# Copy CSV Files from GitHub Repository into One Lake

In [9]:
import csv
import requests

CSV_BASE_URL = "https://github.com/PowerBiDevCamp/Python-In-Fabric-Notebooks/raw/main/CSV/"

CSV_FILES = { "Categories.csv", "Countries.csv", "Customers.csv", "InvoiceDetails.csv", "Invoices.csv", "Products.csv" }

ONELAKE_FOLDER_PATH = "Files/product_sales/"

# delete folder to remove any existing files in target folder
mssparkutils.fs.rm(ONELAKE_FOLDER_PATH, recurse=True)
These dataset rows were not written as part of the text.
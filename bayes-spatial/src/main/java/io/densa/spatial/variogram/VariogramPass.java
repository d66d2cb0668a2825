package io.densa.spatial.variogram;

import io.densa.core.internal.KernelPath;
import io.densa.spatial.Locations;
import io.densa.spatial.internal.GreatCircle;
import io.densa.spatial.internal.Scaling;

/** One estimation pass of {@link EmpiricalVariogram}: the inputs shared by all tiles (read-only; package-private). */
final class VariogramPass {
    private static final int JTILE = 256;
    private static final int LANES = 4;
    private static final KernelPath PATH = KernelPath.active();

    /** Per-tile bin totals: sums of squared B2 distances, sums of lags, pair counts. */
    record TileSums(double[] gamma, double[] lag, long[] count) {
    }

    final int n;
    final int k;
    final double[] y;
    final double[] yt;
    final double[] nsq;
    final double[] p;
    final boolean geo;
    final double max2;
    final double[] e;
    final boolean uniform;
    final double invWidth;
    final int ns;
    final int nb;
    final double[] dcos;
    final double[] dsin;
    final double cosT;
    final boolean directional;
    final int stride;
    /** Planar x and y coordinates apart (the lags' kernel reads them as runs), or null on the sphere. */
    private final double[] xs;
    private final double[] ys;

    VariogramPass(int n, int k, double[] y, double[] yt, double[] nsq, double[] p, boolean geo, double max2, double[] e,
            boolean uniform, double invWidth, int ns, double[] dcos, double[] dsin, double cosT,
            boolean directional) {
        this.n = n;
        this.k = k;
        this.y = y;
        this.yt = yt;
        this.nsq = nsq;
        this.p = p;
        this.geo = geo;
        this.max2 = max2;
        this.e = e;
        this.uniform = uniform;
        this.invWidth = invWidth;
        this.ns = ns;
        this.nb = e.length - 1;
        this.dcos = dcos;
        this.dsin = dsin;
        this.cosT = cosT;
        this.directional = directional;
        this.stride = ns * nb;
        this.xs = geo ? null : new double[n];
        this.ys = geo ? null : new double[n];
        for (int i = 0; !geo && i < n; i++) {
            xs[i] = p[2 * i];
            ys[i] = p[2 * i + 1];
        }
    }

    /** Bin totals of all pairs (i, j), i in [i0, i1), j &gt; i (first stride entries are valid). */
    TileSums tile(int i0, int i1) {
        // LANES interleaved accumulator copies break the store-to-load dependency chains when
        // consecutive pairs fall in the same bin; copies are combined in fixed order below
        // each copy has one extra slot (index stride) that collects the pairs out of range in the
        // branch-free loop (never read)
        int lw = stride + 1;
        double[] sg = new double[LANES * lw];
        double[] sh = new double[LANES * lw];
        long[] sc = new long[LANES * lw];
        double[] da = new double[JTILE];
        double[] db = new double[JTILE];
        double[][] buf = new double[3][JTILE]; // a run's squared distances, distances and bins
        int dim = geo ? 3 : 2;
        double[] box = new double[2 * dim];
        for (int j0 = i0; j0 < n; j0 += JTILE) {
            int j1 = Math.min(n, j0 + JTILE);
            boundingBox(j0, j1, box);
            for (int i = i0; i < i1; i += 2) {
                boolean two = i + 1 < i1;
                int js = Math.max(j0, i + 1);
                if (js >= j1) {
                    continue;
                }
                // rows farther than the largest lag from every location of the block have no pair in it
                boolean nearA = near(i, box);
                boolean nearB = two && near(i + 1, box);
                if (nearA && nearB) {
                    int len = j1 - js;
                    dots(i, true, js, len, da, db);
                    bin(i, js, len, da, 0, buf, sg, sh, sc);
                    int js2 = Math.max(j0, i + 2);
                    if (js2 < j1) {
                        bin(i + 1, js2, j1 - js2, db, js2 - js, buf, sg, sh, sc);
                    }
                } else if (nearA || nearB) {
                    int r = nearA ? i : i + 1;
                    int jr = Math.max(j0, r + 1);
                    if (jr < j1) {
                        dots(r, false, jr, j1 - jr, da, db);
                        bin(r, jr, j1 - jr, da, 0, buf, sg, sh, sc);
                    }
                }
            }
        }
        for (int l = 1; l < LANES; l++) {
            for (int o = 0; o < stride; o++) {
                sg[o] += sg[l * lw + o];
                sh[o] += sh[l * lw + o];
                sc[o] += sc[l * lw + o];
            }
        }
        return new TileSums(sg, sh, sc);
    }

    /** The smallest and largest coordinates (box[0..dim) and box[dim..2 dim)) of the locations j0..j1−1. */
    private void boundingBox(int j0, int j1, double[] box) {
        int dim = box.length / 2;
        for (int c = 0; c < dim; c++) {
            box[c] = Double.POSITIVE_INFINITY;
            box[dim + c] = Double.NEGATIVE_INFINITY;
        }
        for (int j = j0; j < j1; j++) {
            for (int c = 0; c < dim; c++) {
                double v = p[dim * j + c];
                box[c] = Math.min(box[c], v);
                box[dim + c] = Math.max(box[dim + c], v);
            }
        }
    }

    /**
     * Whether location i may lie within the largest lag of some location in the box: the squared
     * distance from p_i to the box (a lower bound of the squared spatial or chord distance to each
     * location in it) does not exceed the prefilter bound max2, which every pair that is binned
     * satisfies. A conservative test: it never drops a pair that the bins would keep.
     */
    private boolean near(int i, double[] box) {
        int dim = box.length / 2;
        double d2 = 0;
        for (int c = 0; c < dim; c++) {
            double v = p[dim * i + c];
            double gap = Math.max(0, Math.max(box[c] - v, v - box[dim + c]));
            d2 += gap * gap;
        }
        return !(d2 > max2);
    }

    /** da[q] = y_i · y_{js+q} (and db for row i + 1), q &lt; len, by the active {@link KernelPath}. */
    private void dots(int i, boolean two, int js, int len, double[] da, double[] db) {
        PATH.rowDots(y, yt, n, k, i, two ? i + 1 : -1, js, len, da, db);
    }

    private void bin(int i, int js, int len, double[] dot, int dotOff, double[][] buf, double[] sg, double[] sh,
            long[] sc) {
        if (!geo && uniform && !directional) {
            pairsPlanarUniform(i, js, len, dot, dotOff, buf, sg, sh, sc);
        } else {
            pairs(i, js, len, dot, dotOff, sg, sh, sc);
        }
    }

    /**
     * {@link #pairs} for the common case (planar, equal-width bins, all directions) without
     * data-dependent branches: a pair out of range goes to the extra slot of its accumulator copy
     * instead of being skipped, so the loop does not pay a mispredicted branch for the roughly half
     * of all pairs that lie beyond the largest lag. Same arithmetic, same bins, same sums.
     */
    private void pairsPlanarUniform(int i, int js, int len, double[] dot, int dotOff, double[][] buf, double[] sg,
            double[] sh, long[] sc) {
        double ni = nsq[i];
        double xi = xs[i], yi = ys[i];
        double top = e[nb];
        int lw = stride + 1;
        int last = nb - 1;
        double[] d2s = buf[0], lag = buf[1], bins = buf[2];
        // the squared spatial distances, their roots and the bins, as runs
        PATH.planarLags(xs, ys, xi, yi, js, len, d2s, lag);
        PATH.lagBins(d2s, lag, len, invWidth, last, stride, max2, top, bins);
        PATH.squaredDistances(ni, nsq, js, dot, dotOff, len); // the dot products become squared B2 distances
        for (int q = 0; q < len; q++) {
            int j = js + q;
            double d2 = d2s[q];
            double h = lag[q];
            int b = (int) bins[q];
            if (!(d2 <= 0x1p960 && d2 >= 0x1p-960)) {
                h = Scaling.planarNorm(xs[j] - xi, ys[j] - yi); // outside the plain square root's safe range (rare)
                b = KernelPath.lagBin(d2, h, invWidth, last, stride, max2, top);
            }
            int o = (q & (LANES - 1)) * lw + b;
            sg[o] += dot[dotOff + q];
            sh[o] += h;
            sc[o]++;
        }
    }

    /** Bins the pairs (i, js + q), q &lt; len, whose dot products are dot[dotOff + q]. */
    private void pairs(int i, int js, int len, double[] dot, int dotOff, double[] sg, double[] sh, long[] sc) {
        double ni = nsq[i];
        for (int q = 0; q < len; q++) {
            int j = js + q;
            double d2;
            double dx = 0, dy = 0;
            if (geo) {
                double ex = p[3 * i] - p[3 * j], ey = p[3 * i + 1] - p[3 * j + 1], ez = p[3 * i + 2] - p[3 * j + 2];
                d2 = ex * ex + ey * ey + ez * ez;
            } else {
                dx = p[2 * j] - p[2 * i];
                dy = p[2 * j + 1] - p[2 * i + 1];
                d2 = dx * dx + dy * dy;
            }
            if (d2 > max2) {
                continue;
            }
            // the same operations as Locations.distance, so a pair on a bin edge bins the same way
            // planar: √d2 wherever d2 is in range, as Scaling.planarNorm (the scaled form only beyond)
            double h = geo ? GreatCircle.kmFromChordSq(p, 3 * i, 3 * j, d2)
                    : d2 <= 0x1p960 && d2 >= 0x1p-960 ? Math.sqrt(d2) : Scaling.planarNorm(dx, dy);
            if (h > e[nb]) {
                continue;
            }
            int b = uniform ? Math.max(0, Math.min(nb - 1, (int) Math.ceil(h * invWidth) - 1))
                    : invWidth > 0 ? EmpiricalVariogram.binNear(e, h, invWidth) : EmpiricalVariogram.bin(e, h);
            if (b < 0) {
                continue;
            }
            double g = ni + nsq[j] - 2 * dot[dotOff + q];
            if (g < 0) {
                g = 0;
            }
            int lane = (q & (LANES - 1)) * (stride + 1);
            if (!directional) {
                sg[lane + b] += g;
                sh[lane + b] += h;
                sc[lane + b]++;
            } else {
                for (int s = 0; s < ns; s++) {
                    if (Math.abs(dx * dcos[s] + dy * dsin[s]) >= cosT * h) {
                        int o = lane + s * nb + b;
                        sg[o] += g;
                        sh[o] += h;
                        sc[o]++;
                    }
                }
            }
        }
    }
}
for CSV_FILE in CSV_FILES:
    CSV_FILE_PATH = CSV_BASE_URL + CSV_FILE
    with requests.get(CSV_FILE_PATH) as response:
        csv_content = response.content.decode('utf-8-sig')
        mssparkutils.fs.put(ONELAKE_FOLDER_PATH + CSV_FILE, csv_content, True)
        print(CSV_FILE + " copy into One Lake")

StatementMeta(, aad638bf-5741-47c2-b995-390abd554f7f, 11, Finished, Available)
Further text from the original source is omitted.